Every line with the string "suffix" must be copied from the entries below.

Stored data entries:
----
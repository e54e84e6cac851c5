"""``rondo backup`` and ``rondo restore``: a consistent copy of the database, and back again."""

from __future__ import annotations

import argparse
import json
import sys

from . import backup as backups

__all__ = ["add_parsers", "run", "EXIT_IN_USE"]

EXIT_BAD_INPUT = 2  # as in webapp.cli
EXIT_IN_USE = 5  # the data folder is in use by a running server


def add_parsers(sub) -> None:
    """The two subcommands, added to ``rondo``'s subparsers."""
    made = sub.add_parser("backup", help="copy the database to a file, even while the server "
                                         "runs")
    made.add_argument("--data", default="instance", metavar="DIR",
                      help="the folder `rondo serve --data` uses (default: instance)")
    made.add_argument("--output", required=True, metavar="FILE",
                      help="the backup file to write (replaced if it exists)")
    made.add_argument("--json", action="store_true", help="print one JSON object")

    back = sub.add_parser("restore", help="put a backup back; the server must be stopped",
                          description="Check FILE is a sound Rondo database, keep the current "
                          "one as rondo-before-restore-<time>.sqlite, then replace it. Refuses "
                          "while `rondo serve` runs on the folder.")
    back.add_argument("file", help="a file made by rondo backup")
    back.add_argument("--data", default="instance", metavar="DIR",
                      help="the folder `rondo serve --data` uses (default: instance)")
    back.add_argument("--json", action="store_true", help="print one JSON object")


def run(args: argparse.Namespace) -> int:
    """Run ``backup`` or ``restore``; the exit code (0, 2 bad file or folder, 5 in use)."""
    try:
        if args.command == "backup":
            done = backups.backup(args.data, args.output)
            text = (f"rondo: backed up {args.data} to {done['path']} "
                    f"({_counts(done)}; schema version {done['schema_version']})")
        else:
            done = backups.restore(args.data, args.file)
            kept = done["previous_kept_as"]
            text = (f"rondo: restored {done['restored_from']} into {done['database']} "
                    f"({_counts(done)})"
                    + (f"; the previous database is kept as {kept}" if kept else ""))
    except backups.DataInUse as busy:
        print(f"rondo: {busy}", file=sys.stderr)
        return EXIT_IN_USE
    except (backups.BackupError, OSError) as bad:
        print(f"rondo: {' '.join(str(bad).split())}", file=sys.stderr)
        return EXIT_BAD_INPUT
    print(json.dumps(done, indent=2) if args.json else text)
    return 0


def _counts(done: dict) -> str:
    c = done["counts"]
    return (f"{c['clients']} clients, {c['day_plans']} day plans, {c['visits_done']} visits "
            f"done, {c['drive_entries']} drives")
----
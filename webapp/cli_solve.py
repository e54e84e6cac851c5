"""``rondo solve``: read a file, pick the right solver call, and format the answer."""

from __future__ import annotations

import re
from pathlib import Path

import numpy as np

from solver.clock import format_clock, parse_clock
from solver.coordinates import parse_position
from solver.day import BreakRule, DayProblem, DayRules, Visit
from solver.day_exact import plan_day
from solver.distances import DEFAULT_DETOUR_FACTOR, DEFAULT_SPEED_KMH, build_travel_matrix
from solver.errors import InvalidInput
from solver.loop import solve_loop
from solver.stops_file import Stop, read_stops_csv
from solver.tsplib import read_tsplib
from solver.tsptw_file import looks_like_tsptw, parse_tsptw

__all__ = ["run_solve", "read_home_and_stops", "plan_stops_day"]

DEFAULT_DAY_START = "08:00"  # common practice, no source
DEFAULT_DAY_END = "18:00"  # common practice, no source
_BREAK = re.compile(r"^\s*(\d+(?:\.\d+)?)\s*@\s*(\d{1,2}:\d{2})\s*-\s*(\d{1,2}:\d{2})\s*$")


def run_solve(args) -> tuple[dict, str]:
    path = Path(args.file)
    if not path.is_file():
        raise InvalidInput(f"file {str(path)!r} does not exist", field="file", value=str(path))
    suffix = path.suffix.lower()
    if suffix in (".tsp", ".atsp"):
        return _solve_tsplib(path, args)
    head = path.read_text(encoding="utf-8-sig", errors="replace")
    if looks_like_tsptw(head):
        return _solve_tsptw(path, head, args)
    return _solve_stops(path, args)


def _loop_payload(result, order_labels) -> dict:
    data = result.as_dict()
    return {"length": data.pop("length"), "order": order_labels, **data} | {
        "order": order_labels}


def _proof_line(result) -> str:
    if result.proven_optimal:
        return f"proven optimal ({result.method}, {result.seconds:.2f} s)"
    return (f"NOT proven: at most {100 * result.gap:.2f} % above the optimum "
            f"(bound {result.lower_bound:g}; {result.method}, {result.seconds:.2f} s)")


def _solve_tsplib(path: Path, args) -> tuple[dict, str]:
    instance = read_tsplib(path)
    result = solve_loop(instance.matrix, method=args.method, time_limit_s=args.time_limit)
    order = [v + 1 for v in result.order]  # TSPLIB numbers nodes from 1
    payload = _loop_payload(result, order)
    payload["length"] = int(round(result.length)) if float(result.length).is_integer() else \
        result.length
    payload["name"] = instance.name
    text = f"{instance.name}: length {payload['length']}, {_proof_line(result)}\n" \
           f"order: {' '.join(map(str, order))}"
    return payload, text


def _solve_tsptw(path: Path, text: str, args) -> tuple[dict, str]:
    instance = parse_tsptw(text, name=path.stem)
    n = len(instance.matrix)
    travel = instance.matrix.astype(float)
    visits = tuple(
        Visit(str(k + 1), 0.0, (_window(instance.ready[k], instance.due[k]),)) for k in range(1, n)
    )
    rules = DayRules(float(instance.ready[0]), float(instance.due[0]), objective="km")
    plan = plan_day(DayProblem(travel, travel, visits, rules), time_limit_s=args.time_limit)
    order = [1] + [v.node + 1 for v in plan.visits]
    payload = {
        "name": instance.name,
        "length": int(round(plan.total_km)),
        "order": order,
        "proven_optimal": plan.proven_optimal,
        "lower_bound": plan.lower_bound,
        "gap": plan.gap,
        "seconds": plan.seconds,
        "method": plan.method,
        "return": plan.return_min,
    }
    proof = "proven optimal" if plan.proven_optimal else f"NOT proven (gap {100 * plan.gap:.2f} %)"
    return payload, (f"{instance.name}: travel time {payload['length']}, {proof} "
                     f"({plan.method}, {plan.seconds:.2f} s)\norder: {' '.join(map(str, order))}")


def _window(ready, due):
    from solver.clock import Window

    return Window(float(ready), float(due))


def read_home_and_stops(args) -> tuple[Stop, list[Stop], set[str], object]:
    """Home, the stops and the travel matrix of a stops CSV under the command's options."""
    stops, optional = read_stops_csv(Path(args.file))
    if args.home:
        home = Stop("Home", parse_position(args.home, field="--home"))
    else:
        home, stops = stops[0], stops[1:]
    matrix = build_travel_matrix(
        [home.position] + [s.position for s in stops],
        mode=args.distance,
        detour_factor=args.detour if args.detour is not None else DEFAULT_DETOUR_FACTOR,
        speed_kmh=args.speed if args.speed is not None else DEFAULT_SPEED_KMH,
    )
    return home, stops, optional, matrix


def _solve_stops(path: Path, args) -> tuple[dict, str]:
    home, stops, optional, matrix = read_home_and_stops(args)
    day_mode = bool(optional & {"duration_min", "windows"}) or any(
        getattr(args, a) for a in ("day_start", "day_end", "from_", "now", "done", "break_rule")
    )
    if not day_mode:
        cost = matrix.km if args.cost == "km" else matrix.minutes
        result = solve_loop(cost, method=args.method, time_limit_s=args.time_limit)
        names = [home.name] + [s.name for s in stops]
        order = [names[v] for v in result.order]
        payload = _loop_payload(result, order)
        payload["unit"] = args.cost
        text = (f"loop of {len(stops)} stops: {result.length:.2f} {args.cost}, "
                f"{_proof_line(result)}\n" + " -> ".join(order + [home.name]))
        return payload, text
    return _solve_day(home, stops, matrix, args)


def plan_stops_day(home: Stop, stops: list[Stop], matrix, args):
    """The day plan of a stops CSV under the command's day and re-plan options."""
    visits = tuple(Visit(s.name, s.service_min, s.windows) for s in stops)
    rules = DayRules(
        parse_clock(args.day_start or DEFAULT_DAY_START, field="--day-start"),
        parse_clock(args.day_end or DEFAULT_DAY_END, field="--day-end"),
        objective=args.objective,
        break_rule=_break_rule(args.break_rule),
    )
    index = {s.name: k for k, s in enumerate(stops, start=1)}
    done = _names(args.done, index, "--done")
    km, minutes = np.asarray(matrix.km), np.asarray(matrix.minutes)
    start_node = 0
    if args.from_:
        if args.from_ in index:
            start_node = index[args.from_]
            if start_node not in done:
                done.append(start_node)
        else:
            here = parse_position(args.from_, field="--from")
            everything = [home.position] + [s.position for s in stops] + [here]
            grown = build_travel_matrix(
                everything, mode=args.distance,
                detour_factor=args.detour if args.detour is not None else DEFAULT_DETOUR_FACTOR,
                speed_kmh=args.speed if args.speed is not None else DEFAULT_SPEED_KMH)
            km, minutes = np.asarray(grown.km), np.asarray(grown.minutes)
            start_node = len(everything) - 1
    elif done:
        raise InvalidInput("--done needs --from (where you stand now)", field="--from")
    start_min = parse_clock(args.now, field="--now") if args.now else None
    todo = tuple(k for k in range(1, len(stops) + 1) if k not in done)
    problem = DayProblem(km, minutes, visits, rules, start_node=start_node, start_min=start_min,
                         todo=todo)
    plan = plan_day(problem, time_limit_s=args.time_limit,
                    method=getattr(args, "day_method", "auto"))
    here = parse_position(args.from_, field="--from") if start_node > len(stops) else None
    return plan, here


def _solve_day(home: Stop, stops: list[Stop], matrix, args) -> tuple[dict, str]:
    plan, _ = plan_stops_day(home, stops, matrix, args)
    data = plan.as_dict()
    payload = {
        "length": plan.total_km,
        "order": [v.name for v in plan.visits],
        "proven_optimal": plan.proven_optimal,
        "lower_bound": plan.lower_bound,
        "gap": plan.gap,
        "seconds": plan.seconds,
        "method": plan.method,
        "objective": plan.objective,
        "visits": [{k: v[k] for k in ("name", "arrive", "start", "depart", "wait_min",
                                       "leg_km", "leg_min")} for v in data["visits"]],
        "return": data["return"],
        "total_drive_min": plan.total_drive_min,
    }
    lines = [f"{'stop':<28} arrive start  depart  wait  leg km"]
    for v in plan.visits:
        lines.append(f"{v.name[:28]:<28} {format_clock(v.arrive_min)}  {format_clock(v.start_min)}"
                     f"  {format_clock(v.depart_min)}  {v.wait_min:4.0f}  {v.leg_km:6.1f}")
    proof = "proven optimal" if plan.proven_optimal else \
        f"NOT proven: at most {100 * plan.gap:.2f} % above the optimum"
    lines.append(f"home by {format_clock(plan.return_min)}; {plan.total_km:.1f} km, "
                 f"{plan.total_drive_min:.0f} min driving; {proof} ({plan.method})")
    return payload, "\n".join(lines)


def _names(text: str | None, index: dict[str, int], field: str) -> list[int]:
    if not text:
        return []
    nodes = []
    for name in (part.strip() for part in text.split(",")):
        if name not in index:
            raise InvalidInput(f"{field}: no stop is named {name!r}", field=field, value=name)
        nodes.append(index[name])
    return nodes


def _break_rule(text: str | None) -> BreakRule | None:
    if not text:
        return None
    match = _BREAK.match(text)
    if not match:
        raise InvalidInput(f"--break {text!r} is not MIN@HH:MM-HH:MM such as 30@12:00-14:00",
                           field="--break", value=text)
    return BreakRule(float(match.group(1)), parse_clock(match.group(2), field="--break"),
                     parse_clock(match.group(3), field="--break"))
----
■ Solution for this exercise:
    suffix = path.suffix.lower()
    if suffix in (".tsp", ".atsp"):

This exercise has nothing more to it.